**MATERIAL FOR THIS TASK**
::::::::::

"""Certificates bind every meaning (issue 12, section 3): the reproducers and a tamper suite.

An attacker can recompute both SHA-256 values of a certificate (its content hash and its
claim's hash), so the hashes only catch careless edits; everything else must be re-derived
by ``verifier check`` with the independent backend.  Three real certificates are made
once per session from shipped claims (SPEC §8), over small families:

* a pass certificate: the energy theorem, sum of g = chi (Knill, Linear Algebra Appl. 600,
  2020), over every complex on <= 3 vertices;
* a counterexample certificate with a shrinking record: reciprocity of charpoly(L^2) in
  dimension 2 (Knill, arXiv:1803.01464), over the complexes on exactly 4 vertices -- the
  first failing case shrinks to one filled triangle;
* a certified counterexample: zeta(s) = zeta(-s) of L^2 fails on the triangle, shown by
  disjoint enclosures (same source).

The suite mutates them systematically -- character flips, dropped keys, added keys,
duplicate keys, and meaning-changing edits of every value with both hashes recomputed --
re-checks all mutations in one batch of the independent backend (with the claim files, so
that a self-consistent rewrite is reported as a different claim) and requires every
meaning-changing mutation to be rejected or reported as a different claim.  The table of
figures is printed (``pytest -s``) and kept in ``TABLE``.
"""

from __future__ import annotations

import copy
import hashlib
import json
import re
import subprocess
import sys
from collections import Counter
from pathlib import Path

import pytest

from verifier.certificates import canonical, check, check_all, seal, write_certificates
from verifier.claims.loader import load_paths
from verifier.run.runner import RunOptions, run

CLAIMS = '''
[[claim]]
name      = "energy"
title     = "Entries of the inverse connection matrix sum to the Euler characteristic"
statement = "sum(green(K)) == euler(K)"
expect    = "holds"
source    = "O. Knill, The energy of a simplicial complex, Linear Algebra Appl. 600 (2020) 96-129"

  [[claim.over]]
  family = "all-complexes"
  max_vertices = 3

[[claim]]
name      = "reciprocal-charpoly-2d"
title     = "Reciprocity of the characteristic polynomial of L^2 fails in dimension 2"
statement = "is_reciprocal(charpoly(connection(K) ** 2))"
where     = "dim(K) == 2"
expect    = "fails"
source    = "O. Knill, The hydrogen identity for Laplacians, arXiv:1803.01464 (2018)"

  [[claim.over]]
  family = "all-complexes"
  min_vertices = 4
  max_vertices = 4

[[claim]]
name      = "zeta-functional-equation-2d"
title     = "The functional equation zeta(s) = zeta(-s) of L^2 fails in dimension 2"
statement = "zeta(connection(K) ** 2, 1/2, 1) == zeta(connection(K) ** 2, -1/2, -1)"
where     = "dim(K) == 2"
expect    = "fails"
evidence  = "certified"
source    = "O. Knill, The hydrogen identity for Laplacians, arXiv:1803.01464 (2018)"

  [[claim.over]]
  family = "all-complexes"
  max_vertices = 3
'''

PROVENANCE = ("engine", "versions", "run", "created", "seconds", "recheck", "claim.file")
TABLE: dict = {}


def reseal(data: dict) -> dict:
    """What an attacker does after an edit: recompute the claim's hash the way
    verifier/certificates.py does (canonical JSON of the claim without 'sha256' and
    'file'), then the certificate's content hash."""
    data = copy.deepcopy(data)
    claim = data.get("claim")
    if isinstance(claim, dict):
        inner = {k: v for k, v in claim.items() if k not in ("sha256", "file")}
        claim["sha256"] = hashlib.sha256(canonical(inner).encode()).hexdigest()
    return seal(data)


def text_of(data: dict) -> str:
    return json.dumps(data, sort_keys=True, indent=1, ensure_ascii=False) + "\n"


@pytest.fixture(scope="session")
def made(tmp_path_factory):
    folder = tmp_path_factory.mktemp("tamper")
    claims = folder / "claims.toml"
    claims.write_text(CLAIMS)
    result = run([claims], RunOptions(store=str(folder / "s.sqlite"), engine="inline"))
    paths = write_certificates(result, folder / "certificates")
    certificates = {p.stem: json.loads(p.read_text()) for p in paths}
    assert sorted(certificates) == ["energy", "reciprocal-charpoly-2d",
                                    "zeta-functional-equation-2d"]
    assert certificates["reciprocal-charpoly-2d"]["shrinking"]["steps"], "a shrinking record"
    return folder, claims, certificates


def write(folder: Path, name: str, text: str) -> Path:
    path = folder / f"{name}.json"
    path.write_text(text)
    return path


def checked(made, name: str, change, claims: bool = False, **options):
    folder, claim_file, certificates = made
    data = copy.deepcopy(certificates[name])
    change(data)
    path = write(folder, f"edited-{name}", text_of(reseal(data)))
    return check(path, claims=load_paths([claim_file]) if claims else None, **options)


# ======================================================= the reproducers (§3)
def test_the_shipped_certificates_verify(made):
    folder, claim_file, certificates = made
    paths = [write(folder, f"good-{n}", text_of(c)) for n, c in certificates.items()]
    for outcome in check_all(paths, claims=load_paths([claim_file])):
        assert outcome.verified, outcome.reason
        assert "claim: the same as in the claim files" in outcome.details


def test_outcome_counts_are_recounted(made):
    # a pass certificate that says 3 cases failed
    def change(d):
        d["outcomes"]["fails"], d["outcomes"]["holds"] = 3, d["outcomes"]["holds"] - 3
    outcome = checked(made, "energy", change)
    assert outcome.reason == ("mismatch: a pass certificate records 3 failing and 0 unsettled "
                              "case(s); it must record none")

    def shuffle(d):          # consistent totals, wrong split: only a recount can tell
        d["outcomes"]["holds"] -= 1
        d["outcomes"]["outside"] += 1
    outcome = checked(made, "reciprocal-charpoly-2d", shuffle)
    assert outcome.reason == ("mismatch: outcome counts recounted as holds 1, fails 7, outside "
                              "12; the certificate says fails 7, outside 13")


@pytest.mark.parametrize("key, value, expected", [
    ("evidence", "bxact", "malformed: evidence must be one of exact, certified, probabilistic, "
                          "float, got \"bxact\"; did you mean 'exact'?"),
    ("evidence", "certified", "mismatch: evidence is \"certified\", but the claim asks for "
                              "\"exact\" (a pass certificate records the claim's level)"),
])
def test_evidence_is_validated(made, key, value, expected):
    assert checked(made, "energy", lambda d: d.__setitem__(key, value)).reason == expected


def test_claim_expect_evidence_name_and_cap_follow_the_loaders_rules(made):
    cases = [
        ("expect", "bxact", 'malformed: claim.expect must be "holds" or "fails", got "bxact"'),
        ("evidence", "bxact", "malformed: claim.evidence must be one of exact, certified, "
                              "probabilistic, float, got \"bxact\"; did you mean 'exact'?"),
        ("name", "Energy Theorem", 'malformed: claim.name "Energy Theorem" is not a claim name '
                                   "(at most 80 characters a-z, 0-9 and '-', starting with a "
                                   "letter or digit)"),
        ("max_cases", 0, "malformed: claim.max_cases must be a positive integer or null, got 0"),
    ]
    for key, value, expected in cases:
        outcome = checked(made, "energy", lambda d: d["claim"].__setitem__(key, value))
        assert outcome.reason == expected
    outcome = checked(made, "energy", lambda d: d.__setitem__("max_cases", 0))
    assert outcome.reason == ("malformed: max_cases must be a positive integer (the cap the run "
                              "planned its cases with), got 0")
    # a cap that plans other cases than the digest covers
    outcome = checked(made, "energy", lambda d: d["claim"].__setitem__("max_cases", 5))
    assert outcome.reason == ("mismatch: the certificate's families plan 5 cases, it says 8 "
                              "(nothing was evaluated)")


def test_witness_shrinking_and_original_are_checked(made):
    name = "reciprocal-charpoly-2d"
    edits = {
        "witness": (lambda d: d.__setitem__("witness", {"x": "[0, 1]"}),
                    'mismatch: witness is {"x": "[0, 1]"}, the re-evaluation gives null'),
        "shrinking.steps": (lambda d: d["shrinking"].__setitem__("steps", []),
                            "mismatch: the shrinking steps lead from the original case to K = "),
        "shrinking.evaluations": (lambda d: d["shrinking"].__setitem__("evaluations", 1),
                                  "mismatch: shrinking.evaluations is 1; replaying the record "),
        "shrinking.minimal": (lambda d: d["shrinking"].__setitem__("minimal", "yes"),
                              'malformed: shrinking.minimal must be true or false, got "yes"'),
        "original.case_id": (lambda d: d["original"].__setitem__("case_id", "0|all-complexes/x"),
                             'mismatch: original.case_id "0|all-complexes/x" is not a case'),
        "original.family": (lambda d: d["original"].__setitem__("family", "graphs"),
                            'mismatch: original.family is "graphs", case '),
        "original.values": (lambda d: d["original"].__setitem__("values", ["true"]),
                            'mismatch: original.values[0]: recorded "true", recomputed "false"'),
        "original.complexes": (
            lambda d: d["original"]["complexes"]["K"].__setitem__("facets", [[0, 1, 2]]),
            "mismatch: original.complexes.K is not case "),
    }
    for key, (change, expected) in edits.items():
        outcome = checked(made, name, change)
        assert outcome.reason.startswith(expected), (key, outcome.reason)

::::::::::

**TO DO**
Examine the records above and state the number of lines that include "source", with no further text.

**RESPONSE TO THIS TASK**
4